Wustmanns Istanbul-Gedichtzyklus umfasst drei Bände, die seit 2010 und im Zeitraum von fünf Jahren entstanden. Beyoglu Blues, Istanbul Bootleg und Taksim Tango. Liest man alle drei hinter- oder nebeneinander, entsteht eine Geschichte, liest man die Bände in der Reihenfolge des Entstehens zeigt sich Entwicklung. Es ist ein kleiner Ausschnitt aus der aktuellen Geschichte Istanbuls auf Basis der erlebten Eindrücke. Die Bewegungen der Stadt, gerade auch die politischen, werden deutlich, vor allem im dritten Band. Wustmanns Gedichte werden von Band zu Band kritischer. Der Dichter arbeitet reichlich mit Metaphern, Oft gibt erst die Begriffserklärung im Anhang Aufschluss. Doch wenn der Leser dann weiß, was es mit Pinguinen, Glühbirnen oder Töpfen und Pfannen auf sich hat, ergibt sich der Bezug zu den Ereignissen rund um den Gezi-Park. Die oft verwendeten türkischen Worte, die man nachschlagen muss, wenn man die Sprache nicht kennt, mögen zunächst hinderlich erscheinen, bereichern aber und verstärken die Stimmung. Und auch ohne dieses Wissen wirken die Gedichte. Denn über allem klingt die poetische Melodie des mit dem Rhythmus der Stadt verbundenen Autors.
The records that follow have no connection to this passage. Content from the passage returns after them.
package mesh

import (
	"errors"
	"fmt"
	"math"
)

// ErrHandles tells that a surface has handles (genus > 0): its
// divergence-free currents are not all sums of vertex loops, so a loop–tree
// basis would need global loops, which LoopTree does not build.
var ErrHandles = errors.New("surface with handles")

// LoopTree is a second basis of the currents of an RWG basis, x = T y, in
// which the divergence-free (solenoidal) part and the charge-carrying part
// are apart:
//
//   - loops: one per vertex v but one per connected component (the root),
//     Λ_v = Σ_{e ∋ v} ±f_e / l_e, the RWG functions of the edges at v, which
//     is n̂ × ∇φ_v for the hat function φ_v of v: divergence-free;
//   - trees: the RWG functions f_e of the edges of a spanning tree of each
//     component's dual graph (triangles joined across edges), whose
//     divergences span the charges of zero total.
//
// On a closed surface of genus 0 with V vertices, E edges and F triangles
// there are V - 1 loops and F - 1 trees per component, E in all (Euler:
// V - E + F = 2), and T is invertible; the edges outside the dual tree then
// form a spanning tree of the vertices, along which T and Tᵀ are solved in
// O(E). Columns 0 … Loops()-1 of T are the loops, the rest the trees.
type LoopTree struct {
	basis *Basis
	// loop[j] lists the terms of loop column j; tree[k] is the edge of tree
	// column Loops()+k.
	loop [][]loopTerm
	tree []int
	// col[e] is the tree column of edge e, or -1 for the edges of the
	// vertex trees.
	col []int
	// order lists the non-root vertices of each vertex tree from its root
	// outwards, with the edge to their parent.
	order    []treeStep
	byVertex []int // loop column of each vertex, -1 for roots and unused ones
}

type loopTerm struct {
	edge int
	c    float64
}

// treeStep is one non-root vertex of a vertex tree in root-outward order:
// its loop column, the edge to its parent and the parent's loop column (-1
// for a root), with the coefficients of that edge in both loops.
type treeStep struct {
	col, edge, parent int
	self, up          float64
}

// NewLoopTree builds the loop–tree basis of b. It returns an error wrapping
// ErrHandles for a component with handles, and one naming the triangle for
// a mesh whose orientation is not consistent (run Check for a full report).
func NewLoopTree(b *Basis) (*LoopTree, error) {
	m := b.Mesh
	nv, nf, ne := len(m.Vertices), len(m.Triangles), len(b.Edges)
	lt := &LoopTree{basis: b, col: make([]int, ne), byVertex: make([]int, nv)}
	// Dual spanning trees: breadth first over the triangles of each
	// component, across edges.
	inDual := make([]bool, ne)
	seen := make([]bool, nf)
	comp := make([]int, nf) // component of each triangle
	var roots []int         // one triangle per component
	for t0 := range m.Triangles {
		if seen[t0] {
			continue
		}
		c := len(roots)
		roots = append(roots, t0)
		seen[t0], comp[t0] = true, c
		queue := []int{t0}
		for len(queue) > 0 {
			t := queue[0]
			queue = queue[1:]
			for _, e := range b.TriEdge[t] {
				o := b.Edges[e].Plus
				if o == t {
					o = b.Edges[e].Minus
				}
				if !seen[o] {
					seen[o], comp[o] = true, c
					inDual[e] = true
					queue = append(queue, o)
				}
			}
		}
	}
	// Loop coefficients: +1/l on an edge leaving v in its T+ triangle's
	// counter-clockwise order, -1/l on one arriving; with consistent
	// orientation the divergences cancel on every triangle at v.
	terms := make([][]loopTerm, nv)
	for e, ed := range b.Edges {
		terms[ed.Vertices[0]] = append(terms[ed.Vertices[0]], loopTerm{e, 1 / ed.Length})
		terms[ed.Vertices[1]] = append(terms[ed.Vertices[1]], loopTerm{e, -1 / ed.Length})
	}
	if err := lt.checkLoops(terms); err != nil {
		return nil, err
	}
	// Vertex trees: the edges outside the dual trees, breadth first from a
	// root vertex of each component.
	adj := make([][]int, nv)
	for e, ed := range b.Edges {
		if !inDual[e] {
			adj[ed.Vertices[0]] = append(adj[ed.Vertices[0]], e)
			adj[ed.Vertices[1]] = append(adj[ed.Vertices[1]], e)
		}
	}
	for v := range lt.byVertex {
		lt.byVertex[v] = -1
	}
	visited := make([]bool, nv)
	for c, t0 := range roots {
		r := m.Triangles[t0][0]
		visited[r] = true
		queue := []int{r}
		verts := 1
		for len(queue) > 0 {
			v := queue[0]
			queue = queue[1:]
			for _, e := range adj[v] {
				ed := b.Edges[e]
				w := ed.Vertices[0]
				if w == v {
					w = ed.Vertices[1]
				}
				if visited[w] {
					continue
				}
				visited[w] = true
				verts++
				j := len(lt.loop)
				lt.byVertex[w] = j
				lt.loop = append(lt.loop, terms[w])
				lt.order = append(lt.order, treeStep{col: j, edge: e, parent: lt.byVertex[v], self: coefOf(terms[w], e), up: coefOf(terms[v], e)})
				queue = append(queue, w)
			}
		}
		// Per component: V - 1 vertex-tree edges and F - 1 dual-tree edges
		// make E exactly when the genus is 0.
		nonDual := 0
		for e, ed := range b.Edges {
			if comp[ed.Plus] == c && !inDual[e] {
				nonDual++
			}
		}
		if nonDual != verts-1 {
			genus := (nonDual - (verts - 1)) / 2
			return nil, fmt.Errorf("mesh %s: the component of triangle %d has %d handle(s): %w", m.Name, t0, genus, ErrHandles)
		}
	}
	for e := range lt.col {
		lt.col[e] = -1
	}
	for e := range b.Edges {
		if inDual[e] {
			lt.col[e] = len(lt.loop) + len(lt.tree)
			lt.tree = append(lt.tree, e)
		}
	}
	if n := len(lt.loop) + len(lt.tree); n != ne {
		return nil, fmt.Errorf("mesh %s: loop–tree basis has %d functions for %d edges", m.Name, n, ne)
	}
	return lt, nil
}

// checkLoops verifies that every vertex loop is divergence-free on each of
// its triangles, which needs a consistently oriented mesh.
func (lt *LoopTree) checkLoops(terms [][]loopTerm) error {
	b := lt.basis
	div := map[int]float64{}
	for v, ts := range terms {
		clear(div)
		scale := 0.0
		for _, tm := range ts {
			ed := b.Edges[tm.edge]
			div[ed.Plus] += tm.c * ed.Length
			div[ed.Minus] -= tm.c * ed.Length
			scale = math.Max(scale, math.Abs(tm.c*ed.Length))
		}
		for t, d := range div {
			if math.Abs(d) > 1e-9*scale {
				return fmt.Errorf("mesh %s: the loop around vertex %d does not close on triangle %d: the orientation is inconsistent near it (run the mesh check)", b.Mesh.Name, v, t)
			}
		}
	}
	return nil
}

// Len is the number of functions, that of the RWG basis.
func (lt *LoopTree) Len() int { return len(lt.col) }

// Loops is the number of loop functions, columns 0 … Loops()-1 of T.
func (lt *LoopTree) Loops() int { return len(lt.loop) }

// Column returns the RWG edges and coefficients of column j of T.
func (lt *LoopTree) Column(j int) (edges []int, coefs []float64) {
	if j < len(lt.loop) {
		for _, tm := range lt.loop[j] {
			edges, coefs = append(edges, tm.edge), append(coefs, tm.c)
		}
		return edges, coefs
	}
	return []int{lt.tree[j-len(lt.loop)]}, []float64{1}
}

// The four maps below act on the k columns of row-major N×k matrices
// (row i of a matrix is data[i*k : (i+1)*k]), N = Len(); dst and src must
// not overlap.

// Mul sets dst = T src: RWG coefficients from loop–tree ones.
func (lt *LoopTree) Mul(dst, src []float64, k int) {
	clear(dst[:lt.Len()*k])
	for j, ts := range lt.loop {
		s := src[j*k : (j+1)*k]
		for _, tm := range ts {
			axpyRow(tm.c, s, dst[tm.edge*k:(tm.edge+1)*k])
		}
	}
	for i, e := range lt.tree {
		j := len(lt.loop) + i
		axpyRow(1, src[j*k:(j+1)*k], dst[e*k:(e+1)*k])
	}
}

// MulTrans sets dst = Tᵀ src.
func (lt *LoopTree) MulTrans(dst, src []float64, k int) {
	clear(dst[:lt.Len()*k])
	for j, ts := range lt.loop {
		d := dst[j*k : (j+1)*k]
		for _, tm := range ts {
			axpyRow(tm.c, src[tm.edge*k:(tm.edge+1)*k], d)
		}
	}
	for i, e := range lt.tree {
		j := len(lt.loop) + i
		copy(dst[j*k:(j+1)*k], src[e*k:(e+1)*k])
	}
}

// Solve sets dst = T^-1 src: loop–tree coefficients of RWG ones. Along each
// vertex tree from its root, the tree edge of vertex w carries only the loops
// of w and of its parent, which fixes w's coefficient; the tree columns then
// take what the loops leave on their edges.
func (lt *LoopTree) Solve(dst, src []float64, k int) {
	for _, st := range lt.order {
		d := dst[st.col*k : (st.col+1)*k]
		copy(d, src[st.edge*k:(st.edge+1)*k])
		if st.parent >= 0 {
			axpyRow(-st.up, dst[st.parent*k:(st.parent+1)*k], d)
		}
		scaleRow(1/st.self, d)
	}
	for i, e := range lt.tree {
		j := len(lt.loop) + i
		d := dst[j*k : (j+1)*k]
		copy(d, src[e*k:(e+1)*k])
		ed := lt.basis.Edges[e]
		for _, v := range ed.Vertices {
			if c := lt.byVertex[v]; c >= 0 {
				axpyRow(-coefOf(lt.loop[c], e), dst[c*k:(c+1)*k], d)
			}
		}
	}
}

// SolveTrans sets dst = T^-T src. The tree columns fix the dual-tree edges
// directly; each loop equation, taken from the leaves of its vertex tree
// inwards, then leaves one unknown: the edge to the parent.
func (lt *LoopTree) SolveTrans(dst, src []float64, k int) {
	clear(dst[:lt.Len()*k])
	for i, e := range lt.tree {
		j := len(lt.loop) + i
		copy(dst[e*k:(e+1)*k], src[j*k:(j+1)*k])
	}
	// acc[j] gathers Σ c x_e over the edges of loop j already known.
	acc := make([]float64, len(lt.loop)*k)
	for j, ts := range lt.loop {
		a := acc[j*k : (j+1)*k]
		for _, tm := range ts {
			if lt.col[tm.edge] >= 0 {
				axpyRow(tm.c, dst[tm.edge*k:(tm.edge+1)*k], a)
			}
		}
	}
	for i := len(lt.order) - 1; i >= 0; i-- {
		st := lt.order[i]
		x := dst[st.edge*k : (st.edge+1)*k]
		copy(x, src[st.col*k:(st.col+1)*k])
		axpyRow(-1, acc[st.col*k:(st.col+1)*k], x)
		scaleRow(1/st.self, x)
		if st.parent >= 0 {
			axpyRow(st.up, x, acc[st.parent*k:(st.parent+1)*k])
		}
	}
}

// coefOf returns the coefficient of edge e among the terms of one loop.
func coefOf(terms []loopTerm, e int) float64 {
	for _, tm := range terms {
		if tm.edge == e {
			return tm.c
		}
	}
	return 0
}

func axpyRow(a float64, x, y []float64) {
	for i, v := range x {
		y[i] += a * v
	}
}

func scaleRow(a float64, x []float64) {
	for i := range x {
		x[i] *= a
	}
}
Die Gedichte sind meist kurz und sehr dicht. Manche, besonders in Beyoglu Blues, erinnern schlicht an Haikus, manche sind reich an orientalischer Fülle. Die Worte vielleicht zugeflogen über die Dächer wie die Gebetsrufe des Muezzins. Es gibt in der Luft keine Grenzen. Das Lesen der Gedichte ist zunächst wie ein Schweben über der Stadt, ein erstes Erspüren der Atmosphäre, das erneute Lesen fokussiert. Der Schwebende greift zum Fernglas und zoomt sich heran. Er spaziert durch den Bazar. Er betrachtet Ornamente, er sieht und hört und lauscht. Er riecht die Minze im Tee, kostet vom Raki und spürt die Katze, die um die Beine schleicht. Er atmet Meer. Die Gedichte sind sinnlich erlesbar. Wustmanns Lyrik ist bilderreich mit oft sich wiederholenden Zeilen, die die Inhalte verstärken. Immer wieder tauchen als Motiv Katzen auf, das Lachen der Möwen, die Farbe grün, Regen, Nebel, Tee. Zeilenbrüche finden sich überall, es zeigt sich Schicht um Schicht, vieles bleibt doppeldeutig.
Besonders in den ersten beiden Bänden bezieht er sich auf literarische Werke türkischer Autoren, unter anderem auf Orhan Velis Lyrik, auf Orhan Pamuks Roman „Schnee/kar“, und immer wieder auf Ahmed Hamdis „Uhrenstellinstitut“, aber auch auf Jörg Fausers Aufenthalt in Istanbul.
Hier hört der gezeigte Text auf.